EQIP: Old Rules vs New Rules
Side-by-side comparison of EQIP under the 2018 farm bill vs the 2026 Farm Bill 2.0. $786M in funding cuts, precision ag at 90%, new payment limits, southern border initiative.
What EQIP is (unchanged)
EQIP, the Environmental Quality Incentives Program, provides cost-share to farmers and ranchers for conservation practices on working agricultural land.
This basic program structure stays the same. What changes is funding levels, eligible practices, and several technical provisions.
Funding comparison
Mandatory funding
| Year | 2018 Farm Bill | 2026 Farm Bill 2.0 |
|---|---|---|
| FY2026 | $2.655B (current) | n/a |
| FY2027 | $2.855B (projected) | $2.530B |
| FY2028 | $2.855B (projected) | $2.730B |
| FY2029 | $2.855B (projected) | $3.130B |
| FY2030 | $2.855B (projected) | $3.175B |
| FY2031 | $2.855B (projected) | $3.255B |
Net 10-year change
- $786 million reduction in mandatory EQIP funding (FY2026–FY2036)
- Reduction concentrated in early years
- Funds redirected to other Title II programs (FCEP, ACEP, RCPP, soil health, watershed, feral swine)
Precision agriculture cost-share
| 2018 Farm Bill | 2026 Farm Bill 2.0 | |
|---|---|---|
| Definition of “precision agriculture” | Not specifically defined | Defined as technology that “directly contributes to a reduction or improvement in input use” |
| Cost-share rate for precision ag | Standard rates apply | Up to 90% of cost |
| Eligible practices | Limited | Variable-rate application, GPS guidance, soil moisture sensors, drones, automated irrigation |
This is one of the largest unlock provisions in EQIP, operations adopting precision agriculture technology can get federal cost-share at exceptionally high rates.
Payment limits
| 2018 Farm Bill | 2026 Farm Bill 2.0 | |
|---|---|---|
| Payment limit per participant | $450,000 (had expired) | $450,000 reestablished for FY2027–FY2031 |
New initiatives
U.S. Southern Border EQIP Initiative (NEW)

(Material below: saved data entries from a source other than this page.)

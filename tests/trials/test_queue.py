"""Claiming: every enqueued trial is handed to exactly one worker, on every storage.

The load test enqueues 200 tagged trials and lets 4 processes claim and finish them as fast as
they can (no training: the claim is what is under test). RDB on SQLite without our per-trial
lock hands some trials to two workers (Optuna's FAQ advises against SQLite for parallel work;
tests/bench/bench_claim.py shows it), so SQLite is in the list on purpose.
"""

from __future__ import annotations

from collections import Counter
from pathlib import Path

import optuna
import pytest
from optuna.trial import TrialState

from kablate.trials.jobs import Job
from kablate.trials.liveness import liveness_for
from kablate.trials.queue import claim_next, enqueue_missing
from kablate.trials.store import lock_dir, open_study
from tests.trials.runs import run_at_once

N_TRIALS, N_PROCESSES = 200, 4


def claim_until_empty(name: str, folder: str, url: str | None, out: str, go) -> None:
    """A worker without training: claim, tell, repeat; write the claimed job keys."""
    folder_path = Path(folder)
    study = open_study(name, folder_path, url)
    liveness = liveness_for(study, lock_dir(folder_path, url))
    go.wait()
    claimed = []
    while (claim := claim_next(study, liveness)) is not None:
        claimed.append(claim.key)
        study.tell(claim.trial, values=[0.5, 1.0])
        liveness.release(claim.token)
    Path(out).write_text("\n".join(claimed))


@pytest.fixture(params=["journal", "sqlite", pytest.param("postgres", marks=pytest.mark.postgres)])
def any_storage(request, tmp_path) -> str | None:
    if request.param == "journal":
        return None
    if request.param == "sqlite":
        return f"sqlite:///{tmp_path / 'study.db'}"
    return request.getfixturevalue("postgres_url")


@pytest.mark.slow
def test_200_trials_and_4_processes_claim_each_trial_exactly_once(storage, tmp_path):
    # The default journal file and PostgreSQL; SQLite is slower to load (each claim reads the
    # study through SQLAlchemy) and is measured in tests/bench/bench_claim.py instead.
    any_storage = storage
    study = open_study("claims", tmp_path, any_storage)
    jobs = [Job(f"v{i:03d}", f"plan{i}", 0) for i in range(N_TRIALS)]
    assert enqueue_missing(study, jobs) == N_TRIALS
    outs = [tmp_path / f"claimed-{i}.txt" for i in range(N_PROCESSES)]
    run_at_once(
        claim_until_empty, [("claims", str(tmp_path), any_storage, str(out)) for out in outs]
    )
    claimed = Counter(key for out in outs for key in out.read_text().split())
    assert set(claimed) == {job.key for job in jobs}  # none lost
    assert [k for k, n in claimed.items() if n > 1] == []  # none twice
    trials = study.get_trials(deepcopy=False)
    assert len(trials) == N_TRIALS  # ask() never ran, so no untagged trial was made
    assert all(t.state == TrialState.COMPLETE for t in trials)
    assert sum(1 for out in outs if out.read_text()) >= 2  # the work really was shared


def test_optuna_ask_invents_a_trial_once_the_queue_is_empty(tmp_path):
    # The Optuna 5.0 behaviour the queue works around (DEVELOPERS.md, "Trials and storage").
    study = open_study("ask", tmp_path, None)
    enqueue_missing(study, [Job("v1", "a", 0)])
    first = study.ask()
    assert first.user_attrs["job"] == "v1-s0"
    second = study.ask()
    assert "job" not in second.user_attrs  # a fresh, untagged trial


def test_claim_next_returns_none_on_an_empty_queue_and_makes_no_trial(tmp_path):
    study = open_study("empty", tmp_path, None)
    liveness = liveness_for(study, lock_dir(tmp_path, None))
    enqueue_missing(study, [Job("v1", "a", 0)])
    claim = claim_next(study, liveness)
    assert claim is not None and claim.key == "v1-s0"
    assert claim_next(study, liveness) is None
    assert len(study.get_trials()) == 1


def test_storage_compare_and_set_refuses_a_second_claim(any_storage, tmp_path):
    # BaseStorage.set_trial_state_values documents False for RUNNING → RUNNING; the claim
    # relies on it.
    study = open_study("cas", tmp_path, any_storage)
    enqueue_missing(study, [Job("v1", "a", 0)])
    trial_id = study.get_trials()[0]._trial_id
    storage = optuna.load_study(study_name="cas", storage=study._storage)._storage
    assert storage.set_trial_state_values(trial_id, TrialState.RUNNING) is True
    assert storage.set_trial_state_values(trial_id, TrialState.RUNNING) is False


def test_a_duplicate_job_trains_once(tmp_path):
    # Two runners on a shared server may both enqueue a missing job: only the lower-numbered
    # trial trains, the other is told FAIL as a duplicate.
    study = open_study("dup", tmp_path, None)
    liveness = liveness_for(study, lock_dir(tmp_path, None))
    job = Job("v1", "a", 0)
    study.enqueue_trial({}, user_attrs=job.attrs())
    study.enqueue_trial({}, user_attrs=job.attrs())
    first = claim_next(study, liveness)
    assert first is not None and first.trial.number == 0
    assert claim_next(study, liveness) is None  # trial 1 was claimed and refused
    states = [(t.state, t.user_attrs.get("outcome")) for t in study.get_trials()]
    assert states == [(TrialState.RUNNING, None), (TrialState.FAIL, "duplicate")]
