@pytest.mark.slow
def test_status_of_a_partial_sweep_gives_the_analysis_leader_and_accuracies(partial_sweep):
    standing = status_json(partial_sweep)["standing"]
    # The reference is the analysis the report runs (kablate.analysis.summary.analyze: per-image
    # evidence, two-level bootstrap, non-inferiority pick), on the same rows.
    analysis = reference(partial_sweep)
    assert analysis.decision is not None and analysis.n_missing == 3
    assert standing["leader"] == analysis.recommended
    assert standing["provisional"] is True and standing["n_missing"] == 3
    assert standing["stability"] == pytest.approx(analysis.decision.stability)
    assert (standing["rule"], standing["margin_pp"], standing["baseline"]) == (
        "margin",
        20.0,
        "all-3",
    )
    table = analysis.variants.set_index("variant")
    assert [v["variant"] for v in standing["variants"]] == list(table.index)
    for entry in standing["variants"]:
        row = table.loc[entry["variant"]]
        assert entry["n_seeds"] == row["n_seeds"] == 1 and entry["n_planned"] == 2
        for col in ("val_acc_mean", "val_acc_ci_low", "val_acc_ci_high"):
            assert entry[col] == pytest.approx(row[col], abs=1e-12), (entry["variant"], col)
        # ... and the mean is the trial's own scored accuracy (one seed: nothing to average).
        trial = analysis.trials.query("variant == @entry['variant'] and status == 'done'")
        assert entry["val_acc_mean"] == pytest.approx(float(trial["val_acc"].iloc[0]))
        assert entry["val_acc_ci_low"] <= entry["val_acc_mean"] <= entry["val_acc_ci_high"]

    text = subprocess.run(
        [sys.executable, "-m", "kablate", "status", str(partial_sweep)],
        capture_output=True,
        text=True,
        timeout=300,
    ).stdout
    assert f"provisional leader (3 trial(s) have no result yet): {analysis.recommended}," in text
    for entry in standing["variants"]:
        mean, low, high = (
            100 * entry[c] for c in ("val_acc_mean", "val_acc_ci_low", "val_acc_ci_high")
        )
        line = next(x for x in text.splitlines() if x.startswith(f"  {entry['variant']} "))
        assert line.endswith(f"[#.]  1/2  val acc {mean:.2f}% [{low:.2f}, {high:.2f}] on 1 seed(s)")


@pytest.mark.slow
def test_without_a_finished_baseline_there_is_no_leader_and_status_says_why(partial_sweep):
    folder = open_results(partial_sweep)
    rows, curves = folder.rows()
    for row in rows:  # as if the baseline's trial were still running
        if row["variant"] == "all-3":
            row["status"] = "running"
    standing = stand(rows, curves, folder.plan, [], folder.data(), PickSpec(margin=20.0))
    analysis = reference(partial_sweep, rows)
    assert analysis.decision is None and standing.leader is None
    assert standing.note == (
        "no leader yet: the baseline all-3 has no finished trial, and the margin rule compares "
        "every plan with it"
    )
    # The other variants' accuracies are still shown, as the analysis gives them.
    table = analysis.variants.set_index("variant")
    shown = {v["variant"]: v["val_acc_mean"] for v in standing.variants}
    assert shown["all-3"] is None
    assert shown["stem-5"] == pytest.approx(table.loc["stem-5", "val_acc_mean"])
    status = summarize("tiny", rows, [], NOW, {})
    status.standing = asdict(standing)
    text = format_status(status)
    assert text.endswith(standing.note) and "leader:" not in text


def test_a_search_sweep_in_its_search_phase_shows_the_search_and_no_trials(tmp_path, storage):
    """Before a [search] sweep's finalists are chosen there is no sweep.json: status reads the
    search study; its figures are checked against Optuna's view of the same study."""
    folder = tmp_path / "tiny"
    folder.mkdir()
    study = stopped_search(folder, "tiny", budget=8, n_trained=3, url=storage)
    assert not (folder / SWEEP_FILE).exists()
    shown = status_json(folder, storage)
    assert set(shown) == {f.name for f in fields(SweepStatus)}  # the keys of any status
    assert (shown["phase"], shown["sweep"], shown["finalists"]) == ("search", "tiny", None)
    for key in ("n_trials", "counts", "throughput_per_hour", "eta_seconds", "standing"):
        assert shown[key] is None, key
    assert shown["variants"] == shown["running"] == [] and shown["finished"] is False
    search = shown["search"]
    complete = study.get_trials(states=(TrialState.COMPLETE,))
    (running,) = study.get_trials(states=(TrialState.RUNNING,))
    assert (search["budget"], search["n_trained"], search["n_training"]) == (8, len(complete), 1)
    assert search["n_front"] == len({tuple(t.values) for t in study.best_trials})
    losses = np.array([[-t.values[0], t.values[1]] for t in complete])
    reference = np.array([0.0, max(t.values[1] for t in complete)])
    assert search["hypervolume"] == pytest.approx(compute_hypervolume(losses, reference))
    plan = "+".join(f"{g}={running.params[g]}" for g in CHOICES)
    worker = f"{socket.gethostname()}:{os.getpid()}"
    assert [(e["plan"], e["worker"], e["alive"]) for e in search["training"]] == [
        (plan, worker, True)
    ]

    text = format_status(folder_status(folder, storage))
    assert "sweep tiny: searching; the finalists" in text and "are not chosen yet" in text
    assert f"3/8 plans trained, 1 training, {search['n_proposed']} proposed" in text
    assert f"  training {plan} on {worker} for " in text
    assert "no plan is training" not in text

    # Killed: the plan's process is gone, so nothing trains until the run is rerun.
    dead = subprocess.Popen([sys.executable, "-c", "pass"])
    dead.wait()
    backend = study._storage  # noqa: SLF001
    gone = f"{socket.gethostname()}:{dead.pid}"
    backend.set_trial_user_attr(running._trial_id, "worker", gone)  # noqa: SLF001
    text = format_status(folder_status(folder, storage))
    assert f"on {gone} for " in text and "(its process has ended" in text
    assert "3/8 plans trained, 1 training (1 of them by a process that has ended), " in text
    assert "no plan is training: rerun the sweep's `kablate run` command to continue" in text

    # The search has ended (search.json) but the finalists are not recorded yet.
    (folder / SEARCH_FILE).write_text(json.dumps({"finalists": [{"name": "a"}, {"name": "b"}]}))
    status = folder_status(folder, storage)
    assert (status.phase, status.finalists) == ("search", ["a", "b"])
    assert "the search has ended with 2 finalist(s)" in format_status(status)


def test_a_folder_without_records_or_a_search_is_refused(tmp_path):
    with pytest.raises(UsageError, match=r"sweep\.json is missing.*--storage or \$KABLATE_STORAGE"):
        folder_status(tmp_path)  # no journal: a search could only be on a server storage
    stopped_search(tmp_path, "other", budget=8, n_trained=1)  # a journal without tiny.search
    with pytest.raises(UsageError, match=r"sweep\.json is missing"):
        folder_status(tmp_path)


def test_a_running_trial_whose_process_has_ended_is_named_and_left_out_of_the_eta():
    # Liveness by the operating system's own pid check: a process that has exited is gone,
    # this test's own process is alive.
    dead = subprocess.Popen([sys.executable, "-c", "pass"])
    dead.wait()
    host = socket.gethostname()
    rows = [row("a", 0, "done"), row("a", 1, "running"), row("b", 1, "running")]
    rows += [row("a", 2, "waiting")]
    trials = [trial("a-s0", TrialState.COMPLETE, -10, -5)]
    for job, pid in (("a-s1", os.getpid()), ("b-s1", dead.pid)):
        running = trial(job, TrialState.RUNNING, -2)
        running.user_attrs["worker"] = f"{host}:{pid}"
        trials.append(running)
    status = summarize("demo", rows, trials, NOW, {"workers": 2, "threads": 1})
    assert [(e["job"], e["alive"]) for e in status.running] == [("a-s1", True), ("b-s1", False)]
    # 3 trials left (2 running, 1 waiting) at 5 min each, on the one worker still alive.
    assert status.eta_seconds == 3 * 300 / 1 and status.throughput_per_hour == 1 / 300 * 3600
    text = format_status(status)
    assert "with 1 running (a trial takes ~300s)" in text
    assert f"  running b seed 1 on {host}:{dead.pid} for 2m00s (its process has ended" in text
    assert f"  running a seed 1 on {host}:{os.getpid()} for 2m00s\n" in text + "\n"
    # With every running trial's process ended, nothing is running: say how to go on.
    status = summarize("demo", rows, [trials[0], trials[2]], NOW, {"workers": 2, "threads": 1})
    assert status.eta_seconds is None
    assert "no trial is running: rerun the sweep's `kablate run` command" in format_status(status)
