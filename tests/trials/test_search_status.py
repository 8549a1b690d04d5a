"""`kablate status` on a [search] sweep: the search's counts, front and hypervolume, checked
against Optuna's own view of the same study (its states, `Study.best_trials`, and
`optuna._hypervolume.compute_hypervolume`)."""

from __future__ import annotations

import numpy as np
import optuna
import pytest
from optuna._hypervolume import compute_hypervolume
from optuna.trial import TrialState

from kablate.trials.search import search_front, search_study
from kablate.trials.search_status import search_line, search_status
from tests.trials.search_workers import CHOICES, accuracy_of, screen


def test_the_search_status_agrees_with_optuna(tmp_path):
    storage = optuna.storages.RDBStorage(f"sqlite:///{tmp_path / 's.db'}")
    assert search_status(storage, "tiny") is None  # no search study: nothing to say
    study = search_study(0, 4, storage=storage, study_name="tiny.search")
    search_front(CHOICES, screen, accuracy_of, budget=8, study=study)

    found = search_status(storage, "tiny")
    complete = study.get_trials(states=(TrialState.COMPLETE,))
    assert (found.budget, found.n_trained, found.n_training) == (8, len(complete), 0) == (8, 8, 0)
    assert found.n_proposed == sum("key" in t.user_attrs for t in study.trials)
    # kablate's front keeps one of several plans with equal (accuracy, cost) (analysis/pareto.py)
    assert found.n_front == len({tuple(t.values) for t in study.best_trials})
    # Optuna minimises: (−accuracy, cost) against the reference (−0, largest cost)
    losses = np.array([[-t.values[0], t.values[1]] for t in complete])
    reference = np.array([0.0, max(t.values[1] for t in complete)])
    assert found.hypervolume == pytest.approx(compute_hypervolume(losses, reference))
    assert found.reference == {"accuracy": 0.0, "cost": reference[1]}
    line = search_line(found)[0]
    assert "8/8 plans trained" in line and f"{found.n_front} on the front" in line
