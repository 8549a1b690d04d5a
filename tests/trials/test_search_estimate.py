"""`kablate run --dry-run` on a [search] sweep: the search and its finalists, from the start
plans' calibrated times (here fixed by hand, so each printed figure can be worked out)."""

from __future__ import annotations

from types import SimpleNamespace

import pytest

import kablate.trials.search_estimate as estimate
from kablate.costs.catalog import build_catalog
from kablate.spec import load_sweep
from kablate.trials.runner import choose_staffing
from tests.conftest import REPO


@pytest.mark.parametrize("workers", [1, 2, 3])
def test_the_search_and_the_finalists_are_bounded_by_the_start_plans_times(monkeypatch, workers):
    sweep = load_sweep(REPO / "sweeps" / "search-digits.toml")  # budget 20, 3 seeds, 0 [[plan]]
    catalog = build_catalog(sweep)
    timed = []

    def calibrate(probe, data, threads):
        # The start plans: every group at one spec (3, 5, 3:depthwise): 2 s, 6 s and 4 s.
        names = [item.name for item in probe.variants]
        timed.extend(names)
        seconds = {"3": 2.0, "5": 6.0, "3:depthwise": 4.0}
        spec = {name: name.split("=")[-1] for name in names}
        return {n: SimpleNamespace(trial_seconds=seconds[spec[n]]) for n in names}

    monkeypatch.setattr(estimate, "calibrate", calibrate)
    text = estimate.search_estimate(catalog, None, choose_staffing(workers, 1, 100))
    assert len(timed) == 3  # the three uniform plans of the space
    # Worked by hand: the search is 20 trials; at best all at 2 s spread over the workers, at
    # worst ceil(20 / workers) in a row at 6 s. The finalists: at most 20 on the front plus
    # the baseline, × 3 seeds = 63 trials, ceil(63 / workers) in a row at 6 s.
    low = {1: "40s", 2: "20s", 3: "13s"}[workers]  # 40 / 3 = 13.3 s, not ceil(20 / 3) × 2
    high = {1: "2m00s", 2: "1m00s", 3: "42s"}[workers]
    bound = {1: "6m18s", 2: "3m12s", 3: "2m06s"}[workers]
    total = {1: "8m18s", 2: "4m12s", 3: "2m48s"}[workers]
    assert "search: 20 plans at 2.0–6.0 s per trial (timed on the 3 start plan(s))" in text
    assert f"on {workers} worker(s): about {low} to {high}" in text
    assert (
        "finalists: at most 21 plans (the front found, at most the budget; the baseline; " in text
    )
    assert f"× 3 seeds = 63 trials: at most about {bound}" in text
    assert f"in all, at most about {total}" in text
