"""The walking skeleton end to end: sweep file → trials → tables → report."""

from __future__ import annotations

import csv
import hashlib
import json

import pytest

from kablate.costs.catalog import build_catalog
from kablate.errors import UsageError
from kablate.report import write_report
from kablate.spec import load_sweep
from kablate.trials import RunOptions, open_results, run_sweep
from kablate.trials.runner import write_manifest

CONTRACT = (
    "variant",
    "seed",
    "status",
    "val_acc",
    "test_acc",
    "params",
    "macs",
    "rf",
    "train_seconds",
)


@pytest.mark.slow
def test_run_writes_the_results_contract_and_a_rerun_trains_nothing(tiny_sweep, tmp_path):
    opts = RunOptions(results_root=tmp_path / "results", workers=1, show_progress=False)
    first = run_sweep(tiny_sweep, opts)
    assert first.n_jobs == 4 and first.n_ran == 4
    assert first.counts == {"done": 4}
    folder = first.results_dir
    with (folder / "trials.csv").open() as fh:
        rows = list(csv.DictReader(fh))
    assert len(rows) == 4
    assert set(CONTRACT) <= set(rows[0])
    assert {(r["variant"], r["seed"]) for r in rows} == {
        ("all-3", "0"),
        ("all-3", "1"),
        ("stem-5", "0"),
        ("stem-5", "1"),
    }
    assert all(0.0 <= float(r["val_acc"]) <= 1.0 for r in rows)
    # One epoch numbering: curves.csv counts the 2 epochs from 1, and trials.csv's best_epoch
    # is the first epoch of the curve with the highest validation accuracy.
    with (folder / "curves.csv").open() as fh:
        curves = list(csv.DictReader(fh))
    for r in rows:
        mine = [c for c in curves if (c["variant"], c["seed"]) == (r["variant"], r["seed"])]
        assert [c["epoch"] for c in mine] == ["1", "2"]
        best = max(mine, key=lambda c: (float(c["val_acc"]), -int(c["epoch"])))
        assert r["best_epoch"] == best["epoch"] and r["score_epoch"] == "2"

    card = write_report(open_results(folder))
    assert card == folder / "report" / "model_card.md"
    assert list((folder / "report").glob("*.png"))
    with (folder / "variants.csv").open() as fh:
        variants = list(csv.DictReader(fh))
    assert [v["variant"] for v in variants] == ["all-3", "stem-5"]
    assert all(v["n_seeds"] == "2" for v in variants)

    again = run_sweep(tiny_sweep, opts)
    assert again.n_ran == 0 and again.n_new == 0
    printed: list[str] = []
    opts.dry_run, opts.echo = True, printed.append
    dry = run_sweep(tiny_sweep, opts)
    assert printed == [
        f"every one of the 4 trials of sweep tiny has already finished, in {folder}: "
        f"`kablate run` would train nothing; `kablate report {folder}` rebuilds the report"
    ]
    assert dry.counts == {"done": 4}


@pytest.mark.slow
def test_changed_recipe_is_refused_and_a_new_seed_runs_alone(tiny_sweep, tmp_path):
    opts = RunOptions(results_root=tmp_path / "results", workers=1, show_progress=False)
    run_sweep(tiny_sweep, opts)
    text = tiny_sweep.read_text()
    tiny_sweep.write_text(
        text.replace(
            'from = "configs/tiny-recipe.toml"', 'from = "configs/tiny-recipe.toml"\nlr = 0.1'
        )
    )
    with pytest.raises(UsageError, match=r"recipe.lr: 0.05 → 0.1"):
        run_sweep(tiny_sweep, opts)
    tiny_sweep.write_text(text.replace("seeds = [0, 1]", "seeds = [0, 1, 2]"))
    more = run_sweep(tiny_sweep, opts)
    assert more.n_ran == 2 and more.counts == {"done": 6}


def test_the_manifest_identifies_the_sweep_file_and_the_resolved_sweep(tiny_sweep, tmp_path):
    def manifest(path):
        out = tmp_path / path.stem
        write_manifest(out, build_catalog(load_sweep(path)), None, RunOptions(), (1, 1))
        return json.loads((out / "sweep.json").read_text())

    first = manifest(tiny_sweep)
    assert first["file_sha256"] == hashlib.sha256(tiny_sweep.read_bytes()).hexdigest()
    # A new seed changes the sweep's fingerprint but not the definition's (network, recipe,
    # data), which is what a rerun is checked against.
    more = tiny_sweep.with_name("more.toml")
    more.write_text(tiny_sweep.read_text().replace("seeds = [0, 1]", "seeds = [0, 1, 2]"))
    second = manifest(more)
    assert second["fingerprint"] == first["fingerprint"]
    assert second["sweep_fingerprint"] != first["sweep_fingerprint"]
    assert second["file_sha256"] != first["file_sha256"]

A new initiative provides EQIP payments to address agricultural land or infrastructure damage near the U.S. southern border that may contribute to natural resource concerns.
Wildlife habitat connectivity (NEW priority)
Wildlife habitat connectivity added as a high-priority practice purpose.
Wildlife corridors (CRP intersection)
Payments now allowed for wildlife corridor costs on land enrolled in CRP that is of ecological significance, with restrictions on duplicate payments.
Conservation incentive contracts
Multi-year conservation incentive contracts can now include precision agriculture practices and technology.
Organic cost-share
| 2018 Farm Bill | 2026 Farm Bill 2.0 | |
|---|---|---|
| Cap on organic-related conservation payments | $140,000 (FY2019–FY2026) | $200,000 (FY2027–FY2031) |
What the changes mean for producers
If you’ve been a heavy EQIP user
Expect tighter ranking competition as funding shrinks. Higher payment rates for precision ag may offset some of the impact.
If you’re considering precision ag
EQIP at 90% cost-share is one of the largest cost-share rates available in any federal program. This is a real opportunity.
If you’re near the southern border
A new initiative provides additional funding for infrastructure-related conservation.
If you’re in organic transition or maintenance
Higher cost-share cap improves economics.
If you’re considering wildlife habitat
New connectivity priority and CRP corridor funding create new opportunities.
State-level workarounds
The new State Soil Health Program (Title II) gives state ag departments $100M annually in federal grants for state-led soil health programs. This may partially offset EQIP funding tightening through state-level programs.